3. A vibration demolding device for SK-2 double-block sleepers according to claim 2, characterized in that The elastic element (104) is a rubber spring.
4. A vibration demolding device for SK-2 double-block sleepers according to claim 1, characterized in that, The first support bases (101) are arranged parallel to each other and independently.
5. A vibration demolding device for SK-2 double-block sleepers according to claim 1, characterized in that, The lifting module consists of a third support base (301) and a lifting frame (302). The lifting frame (302) is the moving part of the lifting module. The third support base (301) is arranged on both sides of the transport track (6). A lifting motor (303) is installed on the third support base (301). The lifting frame (302) is connected to the output end of the lifting motor (303). The lifting frame (302) is placed below the mold (5). The lifting motor (303) drives the lifting frame (302) to perform reciprocating motion to lift the mold (5).

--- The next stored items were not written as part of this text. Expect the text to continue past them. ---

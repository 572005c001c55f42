"""Scenario input: random, broken and oversized scenario files are refused cleanly or run."""

from __future__ import annotations

import datetime as dt
import json
import math

import hypothesis.strategies as st
import pytest
from hypothesis import given, note, settings

from ._cli import assert_clean_exit, one_error_line, run, strict_json
from ._fuzz_strategies import (
    EXPECTED_PLAUSIBILITY_WARNING,
    FUNCTION_FIXTURE,
    RAW_TEXTS,
    _keepout_is_bounded,
    at_points,
    check_keepout,
    check_map,
    check_probe,
    mutated_documents,
    toml_document,
    valid_documents,
)
from ._hypothesis import examples

# ------------------------------------------------------------
# Fuzzing with random and broken input (hypothesis). What is checked, and against
# what, is listed in tests/_fuzz_strategies.py.


# ---------------------------------------------------------------------- tests
@EXPECTED_PLAUSIBILITY_WARNING
@settings(max_examples=examples(20, long=350), suppress_health_check=FUNCTION_FIXTURE)
@given(data=st.data())
def test_mutated_scenarios(tmp_path, data):
    doc = data.draw(mutated_documents(), label="scenario")
    path = tmp_path / "fuzz.toml"
    text = toml_document(doc)
    path.write_text(text, encoding="utf-8")
    note(text)
    points = data.draw(at_points(doc), label="points")
    probe = check_probe(path, points)
    if _keepout_is_bounded(path):
        keepout = check_keepout(path)
        # Both load the same file the same way: both succeed or both refuse it.
        assert probe.exit_code == keepout.exit_code, (probe.stderr, keepout.stderr)
        if data.draw(st.integers(0, 3), label="map too") == 0:
            out = tmp_path / "map"
            out.mkdir(exist_ok=True)
            for old in out.iterdir():
                old.unlink()
            check_map(path, out, [])


@EXPECTED_PLAUSIBILITY_WARNING
@settings(max_examples=examples(6, long=100), suppress_health_check=FUNCTION_FIXTURE)
@given(doc=valid_documents())
def test_valid_scenarios_run(tmp_path, doc):
    """Generated valid scenarios mostly load; those that do give finite, schema-valid JSON."""
    path = tmp_path / "valid.toml"
    path.write_text(toml_document(doc), encoding="utf-8")
    note(toml_document(doc))
    probe = check_probe(path, [[0.3, -0.2, 0.1], doc["source"][0]["position_m"]])
    if probe.exit_code == 2:
        # Refusals of generated valid input must be physical, e.g. a waveguide below cutoff
        # at a random frequency or a limit not published there, never a key or type error.
        line = probe.stderr
        assert "is not a known" not in line and "must be a" not in line, line
    if _keepout_is_bounded(path):
        check_keepout(path)


@EXPECTED_PLAUSIBILITY_WARNING
@settings(max_examples=examples(60), suppress_health_check=FUNCTION_FIXTURE)
@given(case=RAW_TEXTS)
def test_raw_junk_files(tmp_path, case):
    label, raw = case
    path = tmp_path / "junk.toml"
    path.write_bytes(raw)
    note(f"{label}: {raw[:200]!r}")
    for command in (["probe", path, "--at", "1,0,0", "--json"], ["keepout", path, "--json"]):
        result = run(*command)
        assert_clean_exit(result)
        if result.exit_code == 0:
            strict_json(result.stdout)


@EXPECTED_PLAUSIBILITY_WARNING
@pytest.mark.parametrize(
    "name",
    ["x" * 1_900_000, "\U0001f4a5" * 400_000, "line1\nline2\u2028line3\x85line4"],
    ids=["1.9 MB name", "1.6 MB of emoji", "line separators"],
)
def test_very_long_and_odd_strings(tmp_path, name):
    path = tmp_path / "long.toml"
    doc = {"name": name, "source": [{"antenna": "isotropic", "power_w": 1.0}]}
    path.write_text(toml_document(doc), encoding="utf-8")
    result = run("keepout", path, "--json")
    assert_clean_exit(result)
    if result.exit_code == 0:
        assert strict_json(result.stdout)["scenario"] == name


def test_a_byte_order_mark_is_read_as_utf_8(tmp_path):
    # Some Windows editors start a UTF-8 file with a byte-order mark (U+FEFF, Unicode
    # Standard sec. 23.8, from memory); TOML 1.0 has no BOM, so it is dropped before
    # parsing: the same answer as the file without it.
    text = (
        'name = "BOM test"\n[[source]]\nantenna = "isotropic"\npower_w = 10.0\n'
        "position_m = [0.0, 0.0, 1.0]\n"
    )
    plain, marked = tmp_path / "plain.toml", tmp_path / "marked.toml"
    plain.write_text(text, encoding="utf-8")
    marked.write_bytes(b"\xef\xbb\xbf" + text.encode("utf-8"))
    a, b = run("keepout", plain, "--json"), run("keepout", marked, "--json")
    assert b.exit_code == 0, b.stderr
    assert strict_json(b.stdout)["keepout"] == strict_json(a.stdout)["keepout"]


def test_the_text_read_is_the_text_parsed(tmp_path):
    """read_scenario_file gives the text the document came from, byte-order mark dropped
    (assess copies that text into its report: what was assessed)."""
    from keepclear.fields.arguments import read_scenario_file

    text = 'name = "copy test"\n[[source]]\nantenna = "isotropic"\npower_w = 10.0\n'
    marked = tmp_path / "marked.toml"
    marked.write_bytes(b"\xef\xbb\xbf" + text.encode("utf-8"))
    read, document = read_scenario_file(marked)
    assert read == text
    assert document["name"] == "copy test" and document["source"][0]["power_w"] == 10.0


@EXPECTED_PLAUSIBILITY_WARNING
def test_file_over_2_mb_is_refused(tmp_path):
    path = tmp_path / "big.toml"
    path.write_text(toml_document({"name": "x" * 2_100_000, "source": []}), encoding="utf-8")
    result = run("keepout", path)
    assert_clean_exit(result, allowed=(2,))
    assert "2 MB" in result.stderr


@EXPECTED_PLAUSIBILITY_WARNING
def test_toml_writer_round_trips():
    # The writer must produce TOML that tomllib reads back as the same document; otherwise the
    # fuzzer would only ever test the TOML parser.
    import tomllib

    doc = {
        "name": 'q"uote\\ \n\t\x7f \U0001f4a5',
        "frequency_hz": -0.0,
        "n": 10**30,
        "source": [{"power_w": 5e-324, "position_m": [1e308, -1.5, 0]}, {"a": {"b": [True]}}],
        "when": dt.datetime(1979, 5, 27, 7, 32, tzinfo=dt.UTC),
    }
    assert tomllib.loads(toml_document(doc)) == doc
    assert json.dumps(tomllib.loads(toml_document({"x": math.nan}))) == '{"x": NaN}'


# ------------------------------------------------------------
# Numerical and file-system edges (singular points, band edges, bounds, atomic outputs).
# What is checked, and against what, is listed in tests/_edge_cases.py.


# ------------------------------------------------------------ source counts
def test_no_source_is_refused(write_scenario):
    for text in (
        'name = "empty"\n',
        "source = []\n",
        "[exposure]\nlimits = ['icnirp-2020/occupational']\n",
    ):
        line = one_error_line(run("keepout", write_scenario(text), "--json"))
        assert "source" in line and "at least one [[source]]" in line


def test_more_than_200_sources_is_refused(write_scenario):
    text = '[[source]]\nantenna = "isotropic"\npower_w = 1.0\n' * 201
    assert "at most 200" in one_error_line(run("keepout", write_scenario(text)))


def test_a_misspelt_required_key_is_named_as_such(write_scenario):
    # A required key missing beside a key of the table that looks like it: the message names
    # the misspelling, not only the missing key (common practice, no source).
    text = (
        '[[source]]\nantenna = "isotropic"\npower_w = 1.0\nposition_m = [0.0, 0.0, 1.0]\n'
        "[[shield]]\ncenter_m = [1.0, 0.0, 1.0]\nnormal = [1.0, 0.0, 0.0]\nwidth_m = 1.0\n"
        'height_m = 1.0\ntype = "sheet"\nmetal = "aluminium"\nthikness_m = 0.001\n'
    )
    line = one_error_line(run("keepout", write_scenario(text)))
    assert "shield.1.thickness_m" in line and "'thikness_m'" in line
    # Without a look-alike, the plain message.
    line = one_error_line(run("keepout", write_scenario(text.replace("thikness_m", "colour"))))
    assert "shield.1.thickness_m: is required here" in line and "misspelling" not in line
    # Real keys that only look alike (pitch_m for a missing width_m) are not named.
    opening = text.replace("thikness_m", "thickness_m") + (
        "[enclosure]\ncenter_m = [0.0, 0.0, 1.0]\nsize_m = [1.2, 0.6, 0.5]\n"
        'metal = "mild-steel"\nthickness_m = 0.002\n[[enclosure.opening]]\nface = "-y"\n'
        'type = "mesh-window"\nheight_m = 0.2\npitch_m = 0.003\nhole_diameter_m = 0.0015\n'
        "depth_m = 0.001\n"
    )
    line = one_error_line(run("keepout", write_scenario(opening)))
    assert "enclosure.opening.1.width_m: is required here" in line and "'pitch_m'" not in line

6. A vibration demolding device for SK-2 double-block sleepers according to claim 1, characterized in that, The lifting points are symmetrically distributed on the bottom surface of the mold (5).
7. A vibration demolding device for SK-2 double-block sleepers according to claim 1, characterized in that The length of the frame where the mold (5) contacts the second support (201) is greater than the length of the second support (201).
8. A vibration demolding device for SK-2 double-block sleepers according to claim 1, characterized in that, The limiting groove (202) is the gap between the limiting blocks (203) arranged symmetrically or staggeredly on the positioning surface.